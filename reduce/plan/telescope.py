"""What the telescope can do, measured from its own frames: zero points, extinction, sky, seeing, read-out noise."""

from __future__ import annotations

import math
from collections.abc import Sequence
from dataclasses import dataclass, replace

import numpy as np

from reduce.almanac.airmass import altitude_azimuth, pickering
from reduce.almanac.sky import moon, moon_phase
from reduce.plan.exposure import SEEING_POWER, BandNoise, Conditions, TelescopeNoise
from reduce.plan.moonlight import moonlight_nl, sky_airmass, v_mag_arcsec2
from reduce.records import (
    BANDS,
    LADDER_FWHM,
    FieldSolution,
    Floats,
    FrameInfo,
    FrameZeroPoint,
    Measured,
    Quality,
    Solution,
)
from reduce.settings import Settings

EXTINCTION = {"B": 0.30, "V": 0.20, "R": 0.14, "I": 0.08, "g": 0.24, "r": 0.13, "i": 0.09}
"""mag per airmass where the frames cannot tell; typical of a low site (from memory)."""
LEAST_AIRMASS_RANGE = 0.5
"""Of the frames of a band, from which on their zero points give the extinction."""
MOON_COLOUR = {"B": -0.67, "V": 0.0, "R": 0.23, "I": -0.23, "g": -0.4, "r": 0.15, "i": 0.0}
"""Moonlit sky in the band minus in V, mag, of the full Moon's sky (Walker 1987; from memory, g r i estimated)."""
DARK_SKY = {"B": 22.7, "V": 21.8, "R": 20.9, "I": 19.9, "g": 22.2, "r": 21.2, "i": 20.3}
"""mag/arcsec² where no frame tells (CTIO, Walker 1987; from memory, g r i estimated)."""
PRIOR_WEIGHT = 0.3
"""The moonlight law counts as a frame of the band under the brightest Moon with an error larger by 1 / this."""
USUAL_READ_NOISE_E, USUAL_SATURATION_ADU = 10.0, 65535.0
"""Where neither headers nor settings tell (common practice)."""
DARKEST_SUN_DEG = -15.0
"""Frames of the sky's brightness are taken with the Sun lower than this, as long as there are any."""
ZENITH = Conditions(1.0, 90.0)


@dataclass(frozen=True, slots=True)
class _Frame:
    """A kept frame with a zero point, and what stood between it and the stars."""

    zero_point: float
    """For all the light of a star."""
    band: str
    info: FrameInfo
    quality: Quality
    field: FieldSolution
    where: Conditions

    @property
    def fwhm_arcsec(self) -> float:
        return self.quality.fwhm_px * self.field.scale_arcsec

    @property
    def sky_rate(self) -> float:
        """e-/s/arcsec²."""
        return self.quality.sky_e_px / self.quality.exposure_s / self.field.scale_arcsec**2


def telescope_noise(rows: Sequence[Measured], solution: Solution, settings: Settings) -> TelescopeNoise | None:
    """The noise model that the measured frames give; None as long as no frame has a zero point.

    Zero point and extinction from the frames' zero points against airmass, sky from their sky levels with a part that
    is always there and one that goes with the moonlight law, seeing and read-out noise as the medians of the frames.
    """
    frames = _frames(rows, solution, settings)
    if not frames:
        return None
    seen = list(frames.values())
    camera, telescope = settings.camera, settings.telescope
    infos = [one.info for one in seen]
    gain = _median([info.gain_e_per_adu for info in infos], camera.gain_e_per_adu or 1.0)
    saturation = _median([info.saturation_adu for info in infos], camera.saturation_adu or USUAL_SATURATION_ADU)
    noise = TelescopeNoise(
        bands={
            band: _band_noise(band, mine, solution)
            for band in BANDS
            if (mine := [one for one in seen if one.band == band])
        },
        scale_arcsec=float(np.median([one.field.scale_arcsec for one in seen])),
        fwhm_arcsec=float(np.median([one.fwhm_arcsec / one.where.airmass**SEEING_POWER for one in seen])),
        read_noise_e=_median([info.read_noise_e for info in infos], camera.read_noise_e or USUAL_READ_NOISE_E),
        dark_e_s_px=camera.dark_e_per_s or 0.0,
        saturation_e=gain * min(saturation, camera.linear_limit_adu or math.inf),
        aperture_m=telescope.aperture_m,
        height_m=settings.site.height_m if settings.site is not None else 0.0,
        scintillation_coefficient=telescope.scintillation_coefficient,
    )
    return replace(noise, bands={band: _checked(band, noise, frames, solution) for band in noise.bands})


def conditions(mjd: float, ra_deg: float, dec_deg: float, settings: Settings) -> Conditions:
    """What a frame of a place in the sky (ICRS) meets at a time; the zenith of a dark night without a site."""
    if settings.site is None:
        return ZENITH
    altitude, _ = altitude_azimuth(mjd, ra_deg, dec_deg, settings.site)
    altitude = max(altitude, 1.0)
    above = moon(mjd, ra_deg, dec_deg, settings.site)
    light = moonlight_nl(moon_phase(mjd)[0], above.separation_deg, above.altitude_deg, altitude)
    return Conditions(pickering(altitude), altitude, light)


def _frames(rows: Sequence[Measured], solution: Solution, settings: Settings) -> dict[str, _Frame]:
    found = {}
    for row in rows:
        zero_point, verdict = solution.zero_points.get(row.frame), solution.verdicts.get(row.frame)
        if zero_point is None or (verdict is not None and verdict.state != "kept"):
            continue
        if row.info is None or row.info.mjd_mid is None or row.quality is None or row.solution is None:
            continue
        where = conditions(row.info.mjd_mid, *row.solution.crval_deg, settings)
        mag = _of_all_light(zero_point, row)
        found[row.frame] = _Frame(mag, zero_point.band, row.info, row.quality, row.solution, where)
    return found


def _of_all_light(zero_point: FrameZeroPoint, row: Measured) -> float:
    """Zero point for all the light of a star, from that of its aperture (0: the PSF, which has it all)."""
    if zero_point.aperture_fwhm not in LADDER_FWHM:
        return zero_point.zp_mag
    lost = float(row.growth_mag[LADDER_FWHM.index(zero_point.aperture_fwhm)])
    return zero_point.zp_mag - (lost if math.isfinite(lost) else 0.0)


def _median(values: Sequence[float | None], otherwise: float) -> float:
    known = [value for value in values if value is not None]
    return float(np.median(known)) if known else otherwise


def _band_noise(band: str, frames: Sequence[_Frame], solution: Solution) -> BandNoise:
    airmass = np.array([one.where.airmass for one in frames])
    mag = np.array([one.zero_point for one in frames])
    extinction = EXTINCTION[band]
    if np.ptp(airmass) > LEAST_AIRMASS_RANGE and len(frames) > 3:
        extinction = float(np.clip(-np.polyfit(airmass, mag, 1)[0], 0.0, 2.0 * extinction + 0.1))
    zero_point = float(np.median(mag + extinction * airmass))
    dark, moonlit = _sky(band, zero_point, frames)
    nights = [point.err_night for point in solution.night_points if point.band == band]
    return BandNoise(
        zero_point=zero_point,
        extinction=extinction,
        dark_sky=dark,
        moon_sky=moonlit,
        err_night_mag=_median(nights, 0.01),
        usual_exposure_s=float(np.median([one.quality.exposure_s for one in frames])),
        n_frames=len(frames),
    )


def _sky(band: str, zero_point: float, frames: Sequence[_Frame]) -> tuple[float, float]:
    """Least squares of the sky's rate on the dark part and the moonlight, the law for V with the colour of moonlight as
    prior; both parts relative to what is expected, neither below a tenth of it.
    """
    from scipy.optimize import nnls

    expected_dark = 10.0 ** (-0.4 * (DARK_SKY[band] - zero_point))
    # one nanolambert of V, in the band
    expected_moon = 10.0 ** (-0.4 * (v_mag_arcsec2(1.0) + MOON_COLOUR[band] - zero_point))
    low = [one for one in frames if (one.quality.sun_altitude_deg or -90.0) < DARKEST_SUN_DEG] or frames
    rate = np.array([max(one.sky_rate, 1e-9) for one in low])
    dark = np.array([expected_dark * sky_airmass(90.0 - one.where.altitude_deg) for one in low])
    moonlit = np.array([expected_moon * one.where.moonlight_nl for one in low])
    prior = PRIOR_WEIGHT * (float((moonlit / rate).max()) or 1.0)
    design: Floats = np.vstack([np.column_stack([dark, moonlit]) / rate[:, None], [0.0, prior]])
    parts, _ = nnls(design, np.append(np.ones(len(low)), prior))
    return max(float(parts[0]), 0.1) * expected_dark, max(float(parts[1]), 0.1) * expected_moon


def _checked(band: str, noise: TelescopeNoise, frames: dict[str, _Frame], solution: Solution) -> BandNoise:
    """The band with the ratio of the errors that its targets' points really have to what the model expects."""
    ratios = []
    for point in solution.frame_points:
        one = frames.get(point.file or "")
        if one is None or point.band != band or point.mag is None or point.state != "kept" or point.flux <= 0:
            continue
        where = replace(one.where, fwhm_arcsec=one.fwhm_arcsec)
        expected = noise.snr(band, point.mag, one.quality.exposure_s, where)
        ratios.append(expected * point.flux_err / point.flux)
    known = noise.bands[band]
    return replace(known, actual_to_expected=float(np.clip(np.median(ratios), 0.7, 3.0))) if ratios else known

- - - - -

EXERCISE BRIEF: Tell how many lines of the records above hold the string "arcsec²". Give no other text.

PROBLEM SOLUTION: 2